◆ ASSIGNMENT: The exercise asks you to copy every line below in which "Person" appears.

◆ AVAILABLE DATA:
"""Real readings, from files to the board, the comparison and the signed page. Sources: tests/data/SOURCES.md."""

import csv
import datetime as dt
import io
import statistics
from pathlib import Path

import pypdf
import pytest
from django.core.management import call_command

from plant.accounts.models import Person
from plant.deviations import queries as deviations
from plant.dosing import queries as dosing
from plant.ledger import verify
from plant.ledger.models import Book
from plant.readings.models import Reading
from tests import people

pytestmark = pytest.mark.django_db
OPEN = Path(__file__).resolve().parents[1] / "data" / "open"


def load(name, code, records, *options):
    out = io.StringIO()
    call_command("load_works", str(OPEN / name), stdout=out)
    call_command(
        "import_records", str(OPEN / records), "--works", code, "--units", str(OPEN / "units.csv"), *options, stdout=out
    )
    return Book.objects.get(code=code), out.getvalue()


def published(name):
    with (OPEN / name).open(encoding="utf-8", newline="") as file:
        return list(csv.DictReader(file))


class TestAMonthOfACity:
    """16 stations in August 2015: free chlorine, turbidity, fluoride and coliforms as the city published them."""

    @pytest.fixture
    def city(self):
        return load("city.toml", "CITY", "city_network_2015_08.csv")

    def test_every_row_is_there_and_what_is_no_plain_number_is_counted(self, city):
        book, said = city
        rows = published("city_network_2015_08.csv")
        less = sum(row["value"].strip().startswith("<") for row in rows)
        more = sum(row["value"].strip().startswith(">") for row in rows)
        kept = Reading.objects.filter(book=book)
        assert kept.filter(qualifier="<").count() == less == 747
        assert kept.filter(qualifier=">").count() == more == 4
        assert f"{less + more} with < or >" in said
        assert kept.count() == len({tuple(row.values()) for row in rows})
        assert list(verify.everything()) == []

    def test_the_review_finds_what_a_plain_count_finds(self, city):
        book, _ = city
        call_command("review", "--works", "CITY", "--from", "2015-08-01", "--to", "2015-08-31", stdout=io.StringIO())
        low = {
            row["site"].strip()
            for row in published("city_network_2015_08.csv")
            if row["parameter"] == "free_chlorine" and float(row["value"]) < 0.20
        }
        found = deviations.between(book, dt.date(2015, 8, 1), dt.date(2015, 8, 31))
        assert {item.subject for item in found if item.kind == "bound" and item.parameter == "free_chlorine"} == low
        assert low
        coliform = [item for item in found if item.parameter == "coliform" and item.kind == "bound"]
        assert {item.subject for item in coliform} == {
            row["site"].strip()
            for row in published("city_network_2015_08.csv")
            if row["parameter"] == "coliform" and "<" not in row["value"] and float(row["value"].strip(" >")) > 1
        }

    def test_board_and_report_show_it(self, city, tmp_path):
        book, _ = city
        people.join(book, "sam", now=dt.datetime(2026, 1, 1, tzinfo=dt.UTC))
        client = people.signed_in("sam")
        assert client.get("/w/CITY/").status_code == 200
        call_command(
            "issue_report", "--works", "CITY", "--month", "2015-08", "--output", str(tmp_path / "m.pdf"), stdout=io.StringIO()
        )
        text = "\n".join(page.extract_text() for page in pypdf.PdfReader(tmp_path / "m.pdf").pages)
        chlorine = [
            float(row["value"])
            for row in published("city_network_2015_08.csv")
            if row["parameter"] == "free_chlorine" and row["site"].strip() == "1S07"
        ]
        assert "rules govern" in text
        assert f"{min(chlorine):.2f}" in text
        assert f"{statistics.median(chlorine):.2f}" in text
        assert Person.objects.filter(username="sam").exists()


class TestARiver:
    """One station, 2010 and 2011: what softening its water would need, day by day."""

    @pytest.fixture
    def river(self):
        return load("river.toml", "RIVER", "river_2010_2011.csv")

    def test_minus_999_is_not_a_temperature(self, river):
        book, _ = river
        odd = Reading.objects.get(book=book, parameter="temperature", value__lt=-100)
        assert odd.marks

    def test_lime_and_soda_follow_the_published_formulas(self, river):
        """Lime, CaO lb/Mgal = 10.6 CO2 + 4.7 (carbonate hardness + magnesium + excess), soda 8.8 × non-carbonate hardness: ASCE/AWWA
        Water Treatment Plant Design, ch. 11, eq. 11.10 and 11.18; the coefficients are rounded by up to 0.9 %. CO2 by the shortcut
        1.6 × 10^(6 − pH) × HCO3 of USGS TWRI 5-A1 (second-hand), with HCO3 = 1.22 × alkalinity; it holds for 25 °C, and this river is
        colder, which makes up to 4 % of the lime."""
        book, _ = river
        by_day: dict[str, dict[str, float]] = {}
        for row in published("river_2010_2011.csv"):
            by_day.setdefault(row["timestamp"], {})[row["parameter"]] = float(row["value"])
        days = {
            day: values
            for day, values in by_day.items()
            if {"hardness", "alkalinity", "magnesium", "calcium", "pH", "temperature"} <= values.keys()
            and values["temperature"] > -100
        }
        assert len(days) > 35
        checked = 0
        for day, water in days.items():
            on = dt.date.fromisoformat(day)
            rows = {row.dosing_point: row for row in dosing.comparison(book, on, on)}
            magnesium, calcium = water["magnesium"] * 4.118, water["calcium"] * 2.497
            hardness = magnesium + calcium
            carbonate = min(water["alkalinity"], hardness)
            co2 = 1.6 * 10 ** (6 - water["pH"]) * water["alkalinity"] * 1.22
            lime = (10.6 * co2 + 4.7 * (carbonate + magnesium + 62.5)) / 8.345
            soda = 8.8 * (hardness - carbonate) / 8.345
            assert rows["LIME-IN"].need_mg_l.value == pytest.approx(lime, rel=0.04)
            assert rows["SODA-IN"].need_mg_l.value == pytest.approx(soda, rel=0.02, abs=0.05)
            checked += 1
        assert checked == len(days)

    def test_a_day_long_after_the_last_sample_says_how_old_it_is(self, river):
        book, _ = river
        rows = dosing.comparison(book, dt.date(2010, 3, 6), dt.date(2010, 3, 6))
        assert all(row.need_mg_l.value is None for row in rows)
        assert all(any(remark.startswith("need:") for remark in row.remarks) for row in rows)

◆ SOLVED PROBLEM:
from plant.accounts.models import Person
        assert Person.objects.filter(username="sam").exists()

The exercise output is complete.